Common Mechanisms of Bacterial Cell Death Induced by Antibiotics

Antibiotics bind to their targets, disrupting normal cellular metabolism, including the tricarboxylic acid (TCA) cycle. This depletes intracellular NADH, which is paired with a commensurate rise in the production of reactive oxygen species such as peroxide and superoxide. These reactive oxygen species interact with Fe²⁺ via Fenton chemistry to generate highly toxic oxygen radicals, which react with DNA and proteins, resulting in death of bacteria.

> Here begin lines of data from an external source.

package sparse

import (
	"math/rand/v2"
	"testing"
)

// sheet is a matrix in the making: conductances and controlled conductances between nodes, -1 being ground.
type sheet struct {
	n          int
	rows, cols []int32
	values     []float64
	random     *rand.Rand
}

func newSheet(n int) *sheet { return &sheet{n: n, random: rand.New(rand.NewPCG(7, uint64(n)))} }

// add adds a conductance of about g S, from row to column only if it is controlled.
func (s *sheet) entry(row, col int, g float64) {
	if row < 0 || col < 0 {
		return
	}
	s.rows, s.cols, s.values = append(s.rows, int32(row)), append(s.cols, int32(col)), append(s.values, g)
}

func (s *sheet) conductance(a, b int, g float64) {
	g *= 0.8 + 0.4*s.random.Float64()
	s.entry(a, a, g)
	s.entry(b, b, g)
	s.entry(a, b, -g)
	s.entry(b, a, -g)
}

// transistor adds a bipolar transistor with resistances to its three inner nodes, which start at inner.
func (s *sheet) transistor(b, c, e, inner int) {
	b1, c1, e1 := inner, inner+1, inner+2
	s.conductance(b, b1, 1.0/38)
	s.conductance(c, c1, 1.0/1.5)
	s.conductance(e, e1, 1.0/0.4)
	s.conductance(b1, e1, 2e-5)
	s.conductance(b1, c1, 1e-9)
	s.conductance(c1, e1, 1e-6)
	g := 8e-3 * (0.8 + 0.4*s.random.Float64())
	s.entry(c1, b1, g)
	s.entry(c1, e1, -g)
	s.entry(e1, b1, -g)
	s.entry(e1, e1, g)
}

// pair adds an emitter-coupled pair of 12 unknowns between two sources and two rails.
func (s *sheet) pair(first, sp, sn, vp, vn int) {
	bp, bn, e1, e2, tail, out := first, first+1, first+2, first+3, first+4, first+5
	s.conductance(sp, bp, 1.0/175)
	s.conductance(sn, bn, 1.0/185)
	s.conductance(bp, -1, 1e-5)
	s.conductance(bn, -1, 1e-5)
	s.transistor(bp, vp, e1, first+6)
	s.transistor(bn, out, e2, first+9)
	s.conductance(e1, tail, 1.0/270)
	s.conductance(tail, e2, 1.0/270)
	s.conductance(vp, out, 1.0/39e3)
	s.conductance(tail, vn, 1.0/36e3)
}

// array is a number of pairs on common rails, each rail behind a filter and one of them with a source whose current is unknown: 7 unknowns more.
func array(pairs int) *sheet {
	s := newSheet(12*pairs + 7)
	vp, vn, midP, midN, rawP, rawN, amps := 12*pairs, 12*pairs+1, 12*pairs+2, 12*pairs+3, 12*pairs+4, 12*pairs+5, 12*pairs+6
	for k := range pairs {
		s.pair(12*k, -1, -1, vp, vn)
	}
	s.conductance(vp, midP, 1)
	s.conductance(midP, rawP, 1)
	s.conductance(vn, midN, 1)
	s.conductance(midN, rawN, 1)
	s.conductance(rawN, -1, 10)
	s.entry(rawP, amps, 1)
	s.entry(amps, rawP, 1)
	return s
}

func onePair() *sheet {
	s := newSheet(12)
	s.pair(0, -1, -1, -1, -1)
	return s
}

func rcLadder(n int) *sheet {
	s := newSheet(n)
	for k := range n {
		s.conductance(k-1, k, 1e-3)
		s.conductance(k, -1, 1e-4)
	}
	return s
}

func grid(side int) *sheet {
	s := newSheet(side * side)
	for i := range side {
		for j := range side {
			if j+1 < side {
				s.conductance(i*side+j, i*side+j+1, 1e-3)
			}
			if i+1 < side {
				s.conductance(i*side+j, (i+1)*side+j, 1e-3)
			}
		}
	}
	s.conductance(0, -1, 1e-3)
	return s
}

var subjects = []struct {
	name string
	make func() *sheet
}{
	{"pair", onePair},
	{"array-64", func() *sheet { return array(64) }},
	{"array-1000", func() *sheet { return array(1000) }},
	{"array-10000", func() *sheet { return array(10000) }},
	{"ladder-100000", func() *sheet { return rcLadder(100_000) }},
	{"grid-100", func() *sheet { return grid(100) }},
	{"grid-300", func() *sheet { return grid(300) }},
}

func (s *sheet) analysis(t testing.TB) *Analysis {
	p, err := NewPattern(s.n, s.rows, s.cols)
	if err != nil {
		t.Fatal(err)
	}
	a, err := Analyse(p)
	if err != nil {
		t.Fatal(err)
	}
	return a
}

func BenchmarkAnalyse(b *testing.B) {
	for _, c := range subjects {
		b.Run(c.name, func(b *testing.B) {
			s := c.make()
			for b.Loop() {
				s.analysis(b)
			}
		})
	}
}

func BenchmarkFactor(b *testing.B) {
	eachFactored(b, func(f *LU[float64], v []float64) error { return f.Factor(v) })
}
func BenchmarkRefactor(b *testing.B) {
	eachFactored(b, func(f *LU[float64], v []float64) error { return f.Refactor(v) })
}

func BenchmarkSolve(b *testing.B) {
	var x []float64
	eachFactored(b, func(f *LU[float64], v []float64) error {
		if len(x) != f.a.pattern.n {
			x = make([]float64, f.a.pattern.n)
			for i := range x {
				x[i] = 1 + float64(i%7)
			}
		}
		f.Solve(x)
		for i := range x {
			x[i] = 1 + float64(i%7)
		}
		return nil
	})
}

func eachFactored(b *testing.B, do func(f *LU[float64], values []float64) error) {
	for _, c := range subjects {
		b.Run(c.name, func(b *testing.B) {
			s := c.make()
			f := NewLU[float64](s.analysis(b))
			if err := f.Factor(s.values); err != nil {
				b.Fatal(err)
			}
			for b.Loop() {
				if err := do(f, s.values); err != nil {
					b.Fatal(err)
				}
			}
			b.ReportMetric(float64(f.FillIn()), "entries")
		})
	}
}

func BenchmarkRefactorComplex(b *testing.B) {
	for _, c := range subjects {
		b.Run(c.name, func(b *testing.B) {
			s := c.make()
			values := make([]complex128, len(s.values))
			for i, v := range s.values {
				values[i] = complex(v, v*phaseOf(i))
			}
			f := NewLU[complex128](s.analysis(b))
			if err := f.Factor(values); err != nil {
				b.Fatal(err)
			}
			for b.Loop() {
				if err := f.Refactor(values); err != nil {
					b.Fatal(err)
				}
			}
		})
	}
}

// phaseOf varies the phase of entries.
func phaseOf(i int) float64 { return float64(i%5) / 10 }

The new work by Kohanski et al. provides a theory of bacterial cell death induced by antibiotics wherein the inhibition of an essential process—for example, cell-wall synthesis—results in an increase in the concentration of intracellular hydroxyl radicals and damage to vital cell components (DNA, proteins, membranes). Furthermore, this work nicely builds on research showing that antibiotics such as ciprofloxacin also induce the SOS response and that the SOS response is a key step in the development of antibiotic resistance.

The SOS response includes the production of proteins involved in the repair of DNA damage such as RecA and protein folding agents such as chaperones. The repair of DNA damage is frequently accompanied by tolerance of minor gene mutations that can contribute to antibiotic resistance. Cell death and antibiotic resistance may therefore be connected through the production of hydroxyl radicals.